Another possibility is to use options --noise SIGMA and --gain GAMMA to compute the weights using a simple model of the variance of the data:

If only --noise SIGMA is specified, it is assumed that SIGMA is the standard deviation of the noise in the same units as the data for each measurement. SIGMA must be strictly positive.
If --noise SIGMA and --gain GAMMA are both specified, it is assumed that SIGMA is the standard deviation of the readout noise in counts (e.g. photo-electrons) per measurement while GAMMA is the conversion factor in counts per analog digital unit (ADU) such that GAMMA⋅y is the measured data in count units.

Note that option --weights has precedence over --noise and --gain, the two latter options are ignored if --weights is specified. In neither --noise, nor --gain, nor --weights are specified, a simple least-squares norm is used for the data agreement term.

Invalid data and avoiding border artifacts

One of the important feature of tipideconv is to properly take into account missing or invalid data. This however necessitates to properly specify where are the invalid measurements.

In the input data, all non-finite values are assumed to be invalid and will not be considered by the processing. Furthermore, if weights are specified (via the --weights option), any piece of data whose corresponding weight is zero is also not considered.

This behavior can be combined with the option --invalid FILENAME to specify the name of a data file with the same dimensions as the input data and whose values are non-zero where the data should be discarded.

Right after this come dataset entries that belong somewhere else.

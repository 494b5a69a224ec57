"""``compensator identify``: FOPDT/SOPDT from a step test, or ultimate gain and period from a relay experiment."""

from __future__ import annotations

import sys
from dataclasses import asdict
from pathlib import Path

from compensator.cli._common import EXIT_OK, add_json_flag, format_table, non_negative_float, print_json, usage_error

__all__ = ["ORDER", "COMMAND", "HELP", "register", "run"]

ORDER = 55
COMMAND = "identify"
HELP = "fit FOPDT/SOPDT to a step test, or read Ku and Pu from a relay experiment"


def register(subparsers) -> None:
    p = subparsers.add_parser(
        COMMAND,
        help=HELP,
        description=(
            "Read a CSV with columns time_s,input,output ('#' lines are comments). For a step test (fopdt, "
            "sopdt) the two-point method of Smith (1972) gives the start and least squares over the whole record "
            "finishes, with standard errors. For a relay-feedback experiment (relay) the describing function "
            "gives the ultimate gain Ku = 4 d / (pi a) and the period Pu (Astrom and Hagglund 1984)."),
    )
    p.add_argument("file", metavar="FILE", help="CSV with time_s,input,output")
    p.add_argument("--model", choices=("fopdt", "sopdt", "relay"), default="fopdt",
                   help="what to identify (default fopdt)")
    p.add_argument("--hysteresis", type=non_negative_float, default=0.0,
                   help="relay hysteresis in output units (relay only; default 0)")
    p.add_argument("--plot", metavar="DIR", help="write a figure of the data and the fit (PNG) into DIR")
    p.add_argument("--force", action="store_true", help="replace an existing figure")
    add_json_flag(p)
    p.set_defaults(handler=run)


def run(args) -> int:
    from compensator.errors import ModelError
    from compensator.loops import identify
    from compensator.loops.measurements import read_loop_csv

    if args.hysteresis and args.model != "relay":
        raise usage_error("--hysteresis", "applies to --model relay only")
    record = read_loop_csv(args.file)
    stem = Path(args.file).stem
    try:
        if args.model == "relay":
            result = identify.relay_experiment(record, args.hysteresis)
        else:
            result = identify.fit_step(record, args.model)
    except ModelError as exc:
        raise exc.at(args.file) from None
    files = []
    if args.model == "relay":
        out = {"model": "relay", "file": args.file, **asdict(result)}
        out["signed_ultimate_gain"] = result.signed_ultimate_gain
        out["warnings"] = list(result.warnings)
        out["tune_args"] = ["--ultimate", f"{result.signed_ultimate_gain:.6g}", f"{result.ultimate_period_s:.6g}"]
        if args.plot:
            from compensator.loops.plots import plot_relay

            files = [str(f) for f in plot_relay(args.plot, stem, record, result, overwrite=args.force)]
    else:
        model = result.model
        out = {"model": args.model, "file": args.file, **_named(asdict(model)),
               "standard_errors": _named(result.standard_errors), "smith_start": _named(asdict(result.start)),
               "baseline": result.baseline, "step_time_s": result.step_time_s, "input_step": result.input_step,
               "residual_rms": result.residual_rms, "r_squared": result.r_squared,
               "standard_error_scale": result.standard_error_scale,
               "warnings": list(result.warnings)}
        if args.model == "fopdt":
            out["tune_args"] = ["--fopdt", f"{model.gain:.6g}", f"{model.time_constant_s:.6g}",
                                f"{model.dead_time_s:.6g}"]
        else:
            out["tune_args"] = ["--sopdt", f"{model.gain:.6g}", f"{model.time_constant_s:.6g}",
                                f"{model.time_constant2_s:.6g}", f"{model.dead_time_s:.6g}"]
        if args.plot:
            from compensator.loops.plots import plot_step_fit

            fitted = identify.model_response(model, record, result.baseline)
            title = (f"{args.model.upper()} fit: K = {model.gain:.4g}, tau = {model.time_constant_s:.4g} s, "
                     f"theta = {model.dead_time_s:.4g} s, R^2 = {result.r_squared:.4f}")
            files = [str(f) for f in plot_step_fit(args.plot, stem, record, fitted, title, overwrite=args.force)]
    out["files"] = files
    for w in out["warnings"]:
        print(f"compensator: warning: {w}", file=sys.stderr)
    if args.json:
        print_json(out)
    else:
        _print_human(out)
    return EXIT_OK


def _named(params: dict) -> dict:
    """Model parameters under their output names (``gain`` is the ``process_gain``)."""
    return {("process_gain" if k == "gain" else k): v for k, v in params.items()}


def _print_human(out):
    if out["model"] == "relay":
        rows = [("ultimate gain Ku", out["signed_ultimate_gain"], "input per output unit"),
                ("ultimate period Pu", out["ultimate_period_s"], "s"),
                ("relay amplitude d", out["relay_amplitude"], "input units"),
                ("oscillation amplitude a", out["oscillation_amplitude"], "output units")]
        print(format_table(rows, ["quantity", "value", "unit"], ["", ".5g", ""]))
        print(f"{out['cycles']} cycles; period spread {out['period_std_s']:.3g} s; Ku from the output's fundamental "
              f"{out['fundamental_ultimate_gain']:.5g}: the describing function's sine assumption moves Ku by "
              f"{out['describing_function_error_pct']:.2g} % here (sign from the data: "
              f"{'reverse' if out['process_sign'] < 0 else 'direct'} acting)")
        print("next: compensator tune " + " ".join(out["tune_args"]) + " --method zn-cycle --rate-hz R "
              "(or --method robust; add --static-gain K to verify on a model)")
    else:
        se = out["standard_errors"]
        keys = [k for k in ("process_gain", "time_constant_s", "time_constant2_s", "dead_time_s") if k in out]
        rows = [(k, out[k], se.get(k, float("nan")), out["smith_start"].get(k, float("nan"))) for k in keys]
        print(format_table(rows, ["parameter", "fit", "std error", "Smith start"], ["", ".5g", ".2g", ".5g"]))
        print(f"R^2 {out['r_squared']:.5f}, residual rms {out['residual_rms']:.3g}; standard errors scaled by "
              f"{out['standard_error_scale']:.3g} for correlated residuals (lack of fit)")
        print("next: compensator tune " + " ".join(out["tune_args"]) + " --method simc --rate-hz R")
    for f in out["files"]:
        print(f"wrote {f}")
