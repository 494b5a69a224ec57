"""Float and fixed-point PID references: hand-computed steps, closed loops, agreement bound, formats."""

from __future__ import annotations

import dataclasses
import inspect
import math
from fractions import Fraction

import numpy as np
import pytest

from compensator.errors import CompensatorError, ModelError
from compensator.firmware import pid as pid_module
from compensator.firmware.pid import (
    ANTI_WINDUP_MODES,
    INPUT_LIMIT_COUNT,
    INT32_MAX,
    INT32_MIN,
    FixedPid,
    FloatPid,
    PidSettings,
    agreement_bound_count,
    discretise_pid,
    quantise_pid,
    rshift_round,
)


def settings(**overrides) -> PidSettings:
    base = dict(kp=2.0, ki_per_s=0.5, kd_s=0.4, sample_time_s=0.1, out_min=-10.0, out_max=10.0)
    base.update(overrides)
    return PidSettings(**base)


# --- float reference against hand-computed steps ---------------------------------


def test_float_pid_hand_computed_steps():
    # kp 2, ki 0.5/s, kd 0.4 s, h 0.1 s, N 10, b 0.5:
    # Tf = kd/(kp N) = 0.02 s, ad = Tf/(Tf+h) = 1/6, bd = kd/(Tf+h) = 10/3, bi = ki h = 0.05
    pid = FloatPid(settings(setpoint_weight=0.5))
    # step 1 (r 1, y 0): P = 2 (0.5 - 0) = 1, D = 0 (no kick on the first step), I = 0
    assert pid.step(1.0, 0.0) == pytest.approx(1.0)
    assert pid.integrator == pytest.approx(0.05)  # 0 + 0.05 * 1
    # step 2 (y 0.2): P = 0.6, D = -(10/3) 0.2 = -2/3, v = 0.6 + 0.05 - 2/3
    assert pid.step(1.0, 0.2) == pytest.approx(0.6 + 0.05 - 2 / 3)
    assert pid.integrator == pytest.approx(0.05 + 0.05 * 0.8)
    # step 3 (y 0.3): P = 0.4, D = (1/6)(-2/3) - (10/3) 0.1 = -4/9, v = 0.4 + 0.09 - 4/9
    assert pid.step(1.0, 0.3) == pytest.approx(0.4 + 0.09 - 4 / 9)
    assert pid.derivative == pytest.approx(-4 / 9)
    assert pid.integrator == pytest.approx(0.09 + 0.05 * 0.7)


@pytest.mark.parametrize("mode, integrator", [
    # PI kp 4, ki 1/s, h 0.1 s, limits +-1; r 1, y 0: v = 4, u = 1, increment ki h e = 0.1
    ("back_calculation", 0.1 + 0.025 * (1.0 - 4.0)),  # Tt = Ti = kp/ki = 4 s, ao = h/Tt = 0.025
    ("clamping", 0.0),  # limited high and the error drives higher: hold
    ("none", 0.1),
])
def test_float_pid_anti_windup_first_step(mode, integrator):
    pid = FloatPid(settings(kp=4.0, ki_per_s=1.0, kd_s=0.0, out_min=-1.0, out_max=1.0, anti_windup=mode))
    assert pid.step(1.0, 0.0) == 1.0
    assert pid.integrator == pytest.approx(integrator)


def test_float_pid_clamping_integrates_when_error_reverses():
    pid = FloatPid(settings(kp=4.0, ki_per_s=1.0, kd_s=0.0, out_min=-1.0, out_max=1.0, anti_windup="clamping"))
    pid.step(1.0, 0.0)
    pid.step(1.0, 0.0)
    assert pid.integrator == 0.0
    # measurement above the setpoint: output limited low; the error is negative and drives lower: hold
    assert pid.step(0.0, 1.0) == -1.0
    assert pid.integrator == 0.0
    # small negative error inside the limits: integrates
    pid.step(0.0, 0.1)
    assert pid.integrator == pytest.approx(-0.01)


def test_float_pid_rate_limit_and_bumpless_start():
    pid = FloatPid(settings(kp=1.0, ki_per_s=0.0, kd_s=0.0, rate_limit_per_s=2.0))
    pid.reset(output=3.0)
    assert pid.step(0.0, 5.0) == pytest.approx(3.0)  # the first output is the given one
    # the error jumps: the output may move by at most rate h = 0.2 per step
    assert pid.step(5.0, 0.0) == pytest.approx(3.2)
    assert pid.step(5.0, 0.0) == pytest.approx(3.4)
    pid.reset()
    assert pid.step(5.0, 0.0) == pytest.approx(5.0)  # no previous output: not rate-limited


def test_float_pid_default_times():
    # PID: Tt = sqrt(Ti Td) = sqrt((2/0.5)(0.4/2)) = sqrt(0.8); Tf = 0.4/(2*10) = 0.02
    d = discretise_pid(settings())
    assert d.tracking_time_s == pytest.approx(math.sqrt(0.8))
    assert d.derivative_filter_s == pytest.approx(0.02)
    # PI: Tt = Ti; kp = 0: Tf = Tt = h
    assert discretise_pid(settings(kd_s=0.0)).tracking_time_s == pytest.approx(4.0)
    d0 = discretise_pid(settings(kp=0.0))
    assert d0.derivative_filter_s == pytest.approx(0.1) and d0.tracking_time_s == pytest.approx(0.1)
    # Tt never shorter than h; no tracking without integral action or with clamping
    assert discretise_pid(settings(tracking_time_s=0.01)).track == pytest.approx(1.0)
    assert discretise_pid(settings(ki_per_s=0.0)).track == 0.0
    assert discretise_pid(settings(anti_windup="clamping")).track == 0.0
    # no filter: N = inf gives the plain backward difference kd/h
    dn = discretise_pid(settings(derivative_filter_n=math.inf))
    assert dn.ad == 0.0 and dn.bd == pytest.approx(4.0)
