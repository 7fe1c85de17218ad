import { useId, useMemo, useState } from 'react';
import { Link } from 'react-router-dom';
import type { CalibrationResult, ItemInput, ItemSummary, ScoringSettings } from '../../../../shared/scoring';
import { keyOf } from '../../../../shared/keys';
import { countOf } from '../../../../shared/plural';
import type { WhatIfEvidence } from '../../../../shared/schemas/standings.schema';
import { terms } from '../../../../shared/vocabulary';
import { Button } from '../../../components/ui/button';
import { EmptyState, ErrorPanel, Loading, errorMessage } from '../../../components/ui/status';
import { fmt } from '../../../lib/format';
import { useCalibrationNotes } from '../api/get-calibration-notes';
import { useSaveCalibrationNote } from '../api/save-calibration-note';
import { useCalibrationRun } from '../worker/use-calibration-run';
import { AgreementCurve } from './agreement-curve';
import { parseObservedLines, summarizeObserved } from './observed-summary';

const strategyNames: Record<string, string> = {
  mean: 'Mean count',
  median: 'Median count',
  max: 'Largest count',
  min: 'Smallest count',
  total: 'Total count',
  fixed: 'Fixed (saved)',
  credibility: 'Credibility',
};

const interval = (start: number, end: number | null) =>
  `${start.toFixed(2)} – ${end === null ? '∞' : end.toFixed(2)}`;
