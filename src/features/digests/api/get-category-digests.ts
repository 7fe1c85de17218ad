import { queryOptions, useQuery } from '@tanstack/react-query';
import type { DigestRecord } from '../../../../shared/schemas/digests.schema';
import { api } from '../../../lib/api-client';
import { queryKeys } from '../../../lib/query-keys';

export function getCategoryDigests(slug: string): Promise<DigestRecord[]> {
  return api<DigestRecord[]>(`/api/categories/${encodeURIComponent(slug)}/digests`);
}

export const categoryDigestsQueryOptions = (slug: string) =>
  queryOptions({
    queryKey: queryKeys.digests.category(slug),
    queryFn: () => getCategoryDigests(slug),
    enabled: !!slug,
  });

export function useCategoryDigests(slug: string) {
  return useQuery(categoryDigestsQueryOptions(slug));
}
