import { queryOptions, useQuery } from '@tanstack/react-query';
import type { DigestRecord } from '../../../../shared/schemas/digests.schema';
import { api } from '../../../lib/api-client';
import { queryKeys } from '../../../lib/query-keys';

export function getPortfolioDigests(): Promise<DigestRecord[]> {
  return api<DigestRecord[]>('/api/portfolio/digests');
}

export const portfolioDigestsQueryOptions = (enabled = true) =>
  queryOptions({ queryKey: queryKeys.digests.portfolio(), queryFn: getPortfolioDigests, enabled });

export function usePortfolioDigests(enabled: boolean) {
  return useQuery(portfolioDigestsQueryOptions(enabled));
}
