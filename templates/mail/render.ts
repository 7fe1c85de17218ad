import { readFileSync } from 'node:fs';
import path from 'node:path';
import Handlebars from 'handlebars';
import type { DigestKeyFigure, DigestSummary } from '../../shared/schemas/digests.schema';

export type DigestMailView = {
  summary: DigestSummary;
  heading: string;
  weekRange: string;
  preheader: string;
  fileName: string;
  /** "3 pages" */
  pages: string;
  /** What the attached PDF holds. */
  contents: string;
  recipient: string;
  targetLabel: string;
  unsubscribeUrl: string;
};

const dir = import.meta.dirname;
// Separate instances: the HTML one escapes every value, the text one must not (no markup in plain text).
const htmlEngine = Handlebars.create();
const textEngine = Handlebars.create();
const html = htmlEngine.compile(readFileSync(path.join(dir, 'digest.html.hbs'), 'utf8'), { strict: false });
const text = textEngine.compile(readFileSync(path.join(dir, 'digest.text.hbs'), 'utf8'), { noEscape: true });

function rows(figures: DigestKeyFigure[], perRow: number): DigestKeyFigure[][] {
  const out: DigestKeyFigure[][] = [];
  for (let i = 0; i < figures.length; i += perRow) out.push(figures.slice(i, i + perRow));
  return out;
}

export function renderDigestMail(view: DigestMailView): { html: string; text: string } {
  return {
    html: html({ ...view, figureRows: rows(view.summary.keyFigures, 3) }),
    text: text(view).replace(/\n{3,}/g, '\n\n'),
  };
}

export type AlertMailView = {
  subject: string;
  heading: string;
  groups: {
    category: string;
    alerts: { ruleName: string; headline: string; reason: string; phrases: string; itemUrl: string }[];
  }[];
  held: string;
  historyUrl: string;
  settingsUrl: string;
  caution: string;
};

const alertHtml = htmlEngine.compile(readFileSync(path.join(dir, 'alerts.html.hbs'), 'utf8'), {
  strict: false,
});
const alertText = textEngine.compile(readFileSync(path.join(dir, 'alerts.text.hbs'), 'utf8'), {
  noEscape: true,
});

export function renderAlertMail(view: AlertMailView): { html: string; text: string } {
  return { html: alertHtml(view), text: alertText(view).replace(/\n{3,}/g, '\n\n') };
}
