function Field({ label, hint, children }: { label: string; hint?: string; children: React.ReactNode }) {
  return (
    <label className="block text-sm">
      <span className="font-semibold text-ink-800">{label}</span>
      {children}
      {hint ? <span className="mt-0.5 block text-xs text-ink-500">{hint}</span> : null}
    </label>
  );
}

const inputClass = 'mt-1 w-full rounded-md border border-ink-200 bg-white px-2 py-1.5 font-mono text-sm';
const PAGE = 25;
const count = (n: number) => n.toLocaleString('en-GB');

/**
 * The saved side shows the snapshot as taken; when the evidence before the cut-off has changed since, the
 * preview (today's evidence) and the saved side no longer share their input, and the reader must know.
 */
function EvidenceChangedBanner(props: {
  isoWeek: string;
  takenAt: string;
  change: WhatIfEvidence['evidenceChange'];
  savedItems: number;
  savedReviews: number;
  canRecompute: boolean;
  recompute: WhatIfPanelProps['recompute'];
}) {
  const { change } = props;
  const details: string[] = [];
  if (change.lateReviews > 0)
    details.push(
      `${countOf(change.lateReviews, 'review')} dated before the cut-off arrived after it was taken`,
    );
  if (change.reviewCountNow !== props.savedReviews)
    details.push(
      `the week now has ${countOf(change.reviewCountNow, 'review')} instead of ${props.savedReviews.toLocaleString('en-GB')}`,
    );
  if (change.itemCountNow !== props.savedItems)
    details.push(
      `${countOf(change.itemCountNow, 'item')} instead of ${props.savedItems.toLocaleString('en-GB')}`,
    );
  return (
    <div
      role="status"
      data-testid="what-if-evidence-changed"
      className="rounded-lg border border-brass-300 bg-brass-100 p-4 text-sm text-ink-800"
    >
      <p className="font-semibold text-ink-900">
        The evidence for {props.isoWeek} has changed since its snapshot was taken.
      </p>
      <p className="mt-1">
        The saved side shows the standings of {props.isoWeek} as taken on {fmt.dateTime(props.takenAt)}; the
        preview uses today&apos;s evidence: {details.join('; ')}.
      </p>
      {props.canRecompute && props.recompute ? (
        props.recompute(props.isoWeek)
      ) : (
        <p className="mt-1 text-ink-600">Operations staff or an administrator can recompute the snapshot.</p>
      )}
    </div>
  );
}

type WhatIfPanelProps = {
  slug: string;
  week: string | undefined;
  /** The recompute control for a week, composed by the page (the jobs feature owns it). */
  recompute?: (isoWeek: string) => React.ReactNode;
};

To avoid aliasing and the resulting border artifacts, tipideconv is capable of restoring an image which is larger than the original data. Option --pad can be used to control the amount of padding, its value can be auto (to avoid aliasing almost completely), min to work with the minimal possible size, or a number n to pad by at least n elements along all dimensions. In addition to this padding, the dimensions may be enlarged to achieve faster operations (because of the FFT). Option --crop can be specified to remove the extra padding in the saved solution.

Bound constraints

Options --min LOWER and --max UPPER may be used to specify a lower and an upper bounds for the result. For instance, --min 0 would enforce nonnegativity of the result. Note that when any bound is specified, the optimization method is automatically set to be a variant of the limited memory BGFS method with bound constraints.

Tuning the optimizer

A limited memory optimizer is in charge of solving the inverse problem. The number of memorized steps can be specified with option --lbfgs NUMBER. If NUMBER is less or equal zero and if there are no bound constraints on the variables, then a non-linear conjugate gradient algorithm is used; otherwise, a limited memory quasi-Newton method (similar to L-BFGS) is used. The number of memorized steps has only an incidence on the computation time, a moderate number of memorized steps is usually a good compromise to achieve the least number of iterations while keeping each iteration not too expensive to compute and the amount of memory reasonable. For very large problems, you may have to take NUMBER = 1 or NUMBER = 0 to keep the memory requirements as low as possible. You may also tune the parameters of the java command to allocate more memory to the Java virtual machine (in the limits of your machine memory of course).

Another way to limit the amount of memory (and to speedup the computations) is to force the algorithm to use single precision floating point values by specifying option --single. By default, single precision is used if all inputs files use integers or single precision floating point values.

The convergence criterion is based on the Euclidean norm of the gradient of the objective function (or on the infinite norm of the gradient if there are bound constraints). The convergence of the algorithm is assumed as soon as:

∥∇f(x)∥ ≤ max( gatol, grtol⋅∥∇f(x₀)∥ )

where x₀ is the initial solution and gatol and grtol are the absolute and relative gradient tolerances. Both can be specified by the options --gatol VALUE and --grtol VALUE.

It is possible to limit the number of iterations of the algorithm and/or the number of evaluations of the cost function respectively via the options --maxiter NUMBER and --maxeval NUMBER. Note that at least one function (and gradient) evaluation per iteration is required.